I was hoping some one could please give me some guidance. I have datasets that contain details of the financial performance of different groups of individuals as well as another for those not in any group. My expectation was to see a difference in the performance of those individuals in groups relative to those not in a group due to the differing levels of support they receive. I measure performance in terms of their ability to get a loan at the lowest possible rate. The data is from a peer-to-peer lending site where individuals lend to other individuals through a reverse auction type process i.e. lenders bid down the rate at which they are willing to lend to the individual looking for the loan.
I have one independent variable which is grooup membership. The dependant variables are percentage of loan funded (by other individuals), the lender rate and the rate saving (i.e. difference between the max rate the individual was willing to pay and the rate at which the prosposed loan currently stands). I have also included some other variables that might influence the result i.e. group type (i.e. whether the group is open or invite only) and individual credit rating.
For anyone interested I have attached a summary of the datasets.
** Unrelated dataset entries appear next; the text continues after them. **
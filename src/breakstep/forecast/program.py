"""A program: phases over tiles with their costs, in a form that questions can change.

Where a lifted run says which recorded task waited for which, a program says why: a stage reads what an earlier
phase wrote along a pattern of tiles, uses a reduction with its lag, or goes on because of a verdict. So lags,
numbers of iterations and tiles can be changed and the graph comes out right. It knows no machine.
"""

from __future__ import annotations

import itertools
from collections.abc import Mapping
from dataclasses import dataclass, field, replace

import numpy as np
from numpy.typing import NDArray

from breakstep.forecast.lift import Lifted
from breakstep.profile.frames import Integers

Floats = NDArray[np.float64]


@dataclass(frozen=True)
class Pattern:
    """Which tile reads which: pairs of tiles, sorted by consumer, then producer."""

    producer: Integers
    consumer: Integers

    @property
    def key(self) -> tuple[bytes, bytes]:
        """Something to compare patterns by."""
        return self.producer.tobytes(), self.consumer.tobytes()


@dataclass(frozen=True)
class Phase:
    """One stage in one cycle (and iteration), on all tiles.

    Attributes
    ----------
    reads : tuple of (int, int)
        Source phase and place in the program's patterns.
    makes : tuple of str
        Reductions that its tasks contribute to.
    cost : int
        Row in the program's cost tables.
    """

    stage: str
    cycle: int
    iteration: int
    skipped: bool
    reads: tuple[tuple[int, int], ...]
    makes: tuple[str, ...]
    cost: int


@dataclass(frozen=True)
class CostTables:
    """What tasks cost, shape (rows, tiles) each [ns].

    Attributes
    ----------
    kernel : dict of str to ndarray of float64
        By step.
    surface : ndarray of float64
        Ghost zones put together and rims cut.
    rest : ndarray of float64
        The dispatch's own share inside the task.
    output : ndarray of float64
        [bytes]
    """

    kernel: Mapping[str, Floats]
    surface: Floats
    rest: Floats
    output: Floats

    def duration(self, factors: Mapping[str, float], rest: float = 1.0) -> Floats:
        """Whole time of each task, kernels multiplied by step, shape (rows, tiles) [ns]."""
        total = self.surface + rest * self.rest
        for step, values in self.kernel.items():
            total = total + factors.get(step, 1.0) * values
        return total


@dataclass(frozen=True)
class Tiles:
    """Where the tiles lie.

    Attributes
    ----------
    origin, shape : ndarray of int64, shape (tiles, 3)
        [zones]
    periodic : tuple of bool
        Along each axis, whether the last tile's neighbour is the first.
    """

    origin: Integers
    shape: Integers
    periodic: tuple[bool, bool, bool] = (True, True, True)

    @property
    def zones(self) -> Integers:
        """Zones of each tile, shape (tiles,)."""
        return np.asarray(self.shape.prod(axis=1), dtype=np.int64)

    @property
    def places(self) -> Integers:
        """Position of each tile in the grid of tiles, shape (tiles, 3)."""
        columns = [np.unique(self.origin[:, axis], return_inverse=True)[1] for axis in range(3)]
        return np.stack(columns, axis=1).astype(np.int64)

    @property
    def grid(self) -> tuple[int, int, int]:
        """Tiles along each axis."""
        nx, ny, nz = (len(np.unique(self.origin[:, axis])) for axis in range(3))
        return nx, ny, nz


@dataclass(frozen=True)
class Program:
    """Phases, what they cost, and how reductions tie them.

    Attributes
    ----------
    uses : dict of str to tuple of str
        By stage, reductions made once a cycle that its tasks need.
    lags : dict of str to int
    verdicts : dict of str to str
        By reduction that ends a repeat, the stage that makes it.
    window : int
        Cycles that may be in flight at once.
    timed : tuple of str
        Steps that only waited when they were recorded: nothing slows them down.
    rim_bytes : dict of str to float
        By stage, bytes that cross each zone face of a tile's border for a neighbour [bytes].
    """

    phases: tuple[Phase, ...]
    patterns: tuple[Pattern, ...]
    costs: CostTables
    tiles: Tiles
    uses: Mapping[str, tuple[str, ...]]
    lags: Mapping[str, int]
    verdicts: Mapping[str, str]
    window: int
    rim_bytes: Mapping[str, float] = field(default_factory=dict)
    timed: tuple[str, ...] = ()

    @property
    def tile_count(self) -> int:
        """How many tiles."""
        return len(self.tiles.origin)

    @property
    def tasks(self) -> int:
        """Step tasks in all."""
        return len(self.phases) * self.tile_count

    @property
    def stages(self) -> tuple[str, ...]:
        """Names of stages in the order in which they first come."""
        return tuple(dict.fromkeys(phase.stage for phase in self.phases))

    @property
    def cycles(self) -> int:
        """Cycles that are run."""
        return len({phase.cycle for phase in self.phases if phase.cycle >= 0})

    @property
    def barrier_names(self) -> tuple[str, ...]:
        """Names by which barriers are switched: the parts of stages."""
        return tuple(dict.fromkeys(part for stage in self.stages for part in stage.split("+")))

    def with_lag(self, name: str, lag: int) -> Program:
        """The program with another lag; a repeat then takes as many iterations more or fewer."""
        changed = replace(self, lags={**self.lags, name: lag})
        more = lag - self.lags[name]
        return changed.with_iterations(name, more) if name in self.verdicts and more else changed

    def with_iterations(self, name: str, more: int) -> Program:
        """So many iterations more (or fewer) in each cycle's repeat that a verdict ends, at least one."""
        from breakstep.forecast.iterate import repeated

        return repeated(self, self.verdicts[name], more)


def program_of(lifted: Lifted, costs: CostTables, rim_bytes: Mapping[str, float] | None = None) -> Program:
    """The program that a recorded run executed.

    Parameters
    ----------
    costs : CostTables
        One row for each phase.
    """
    patterns, reads = _reads(lifted)
    names = lifted.phase_names()
    makes = _makes(lifted)
    phases = tuple(
        Phase(names[p], int(lifted.cycle[p]), int(lifted.iteration[p]), bool(lifted.skipped[p]), reads[p], makes[p], p)
        for p in range(lifted.phases)
    )
    tiles = _tiles(lifted)
    reductions = lifted.reductions
    return Program(
        phases, patterns, costs, tiles, _stage_uses(lifted, names), dict(reductions.lags),
        _verdict_stages(lifted, names), lifted.window, rim_bytes or {},
        lifted.timed,
    )  # fmt: skip


def _tiles(lifted: Lifted) -> Tiles:
    """Tiles of the mesh; edges are periodic unless the scenario says otherwise."""
    manifest = lifted.profile.manifest
    mesh = manifest["mesh"]["tiles"]
    edges = manifest["scenario"].get("resolved", {}).get("mesh", {}).get("edges", {})
    x, y, z = ("periodic" in edges.get(axis, ["periodic"]) for axis in "xyz")
    return Tiles(
        np.array([tile["origin"] for tile in mesh], dtype=np.int64),
        np.array([tile["shape"] for tile in mesh], dtype=np.int64),
        (x, y, z),
    )


def _reads(lifted: Lifted) -> tuple[tuple[Pattern, ...], list[tuple[tuple[int, int], ...]]]:
    """Edges of each phase as patterns, each pattern once."""
    tiles = lifted.tiles
    target, source = lifted.consumer // tiles, lifted.producer // tiles
    order = np.lexsort((lifted.producer, lifted.consumer, source, target))
    target, source = target[order], source[order]
    mine, theirs = lifted.consumer[order] % tiles, lifted.producer[order] % tiles
    cuts = np.flatnonzero(np.diff(target, prepend=-1) | np.diff(source, prepend=-1))
    patterns: dict[tuple[bytes, bytes], int] = {}
    found: list[Pattern] = []
    reads: list[list[tuple[int, int]]] = [[] for _ in range(lifted.phases)]
    ends = [*cuts.tolist(), len(target)]
    for low, high in itertools.pairwise(ends):
        pattern = Pattern(theirs[low:high], mine[low:high])
        if pattern.key not in patterns:
            patterns[pattern.key] = len(found)
            found.append(pattern)
        reads[int(target[low])].append((int(source[low]), patterns[pattern.key]))
    return tuple(found), [tuple(one) for one in reads]


def _makes(lifted: Lifted) -> list[tuple[str, ...]]:
    reductions = lifted.reductions
    found: list[list[str]] = [[] for _ in range(lifted.phases)]
    for name, phase in zip(reductions.name.tolist(), reductions.made_by.tolist(), strict=True):
        found[phase].append(reductions.names[name])
    return [tuple(one) for one in found]


def _stage_uses(lifted: Lifted, names: list[str]) -> dict[str, tuple[str, ...]]:
    """Stages that use results made once a cycle, as far as the record shows it."""
    reductions = lifted.reductions
    found: dict[str, dict[str, None]] = {}
    for instance, phase in zip(reductions.instance.tolist(), reductions.used_by.tolist(), strict=True):
        name = reductions.names[int(reductions.name[instance])]
        if not reductions.repeated[name]:
            found.setdefault(names[phase], {})[name] = None
    return {stage: tuple(used) for stage, used in found.items()}


def _verdict_stages(lifted: Lifted, names: list[str]) -> dict[str, str]:
    reductions = lifted.reductions
    makers = zip(reductions.name.tolist(), reductions.made_by.tolist(), strict=True)
    return {reductions.names[n]: names[phase] for n, phase in makers if reductions.repeated[reductions.names[n]]}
My problem is that it is many years since I studied mathematics and I'm struggling to see a way forward. I wish to confirm or reject a number of hypotheses:
P1 Borrowers that are members of groups are more likely to get funded that those that are not.
P2 Borrowers that are members of groups are more likely to secure a lower interest rate than those that are not.
P3 Borrowers that are members of groups are more likely to secure a greater rate saving than those that are not.
While I can see some trends in the data, I'm not so sure they are statistically significant. I was considering doing a t-test between the average for the group individuals and the average for the non-group individuals. However, I recall that regression testing may also be of benefit in deciding whether or not various factors are significant in influencing the dependent variables. Any help or advice as to how I should proceed would be much appreciated.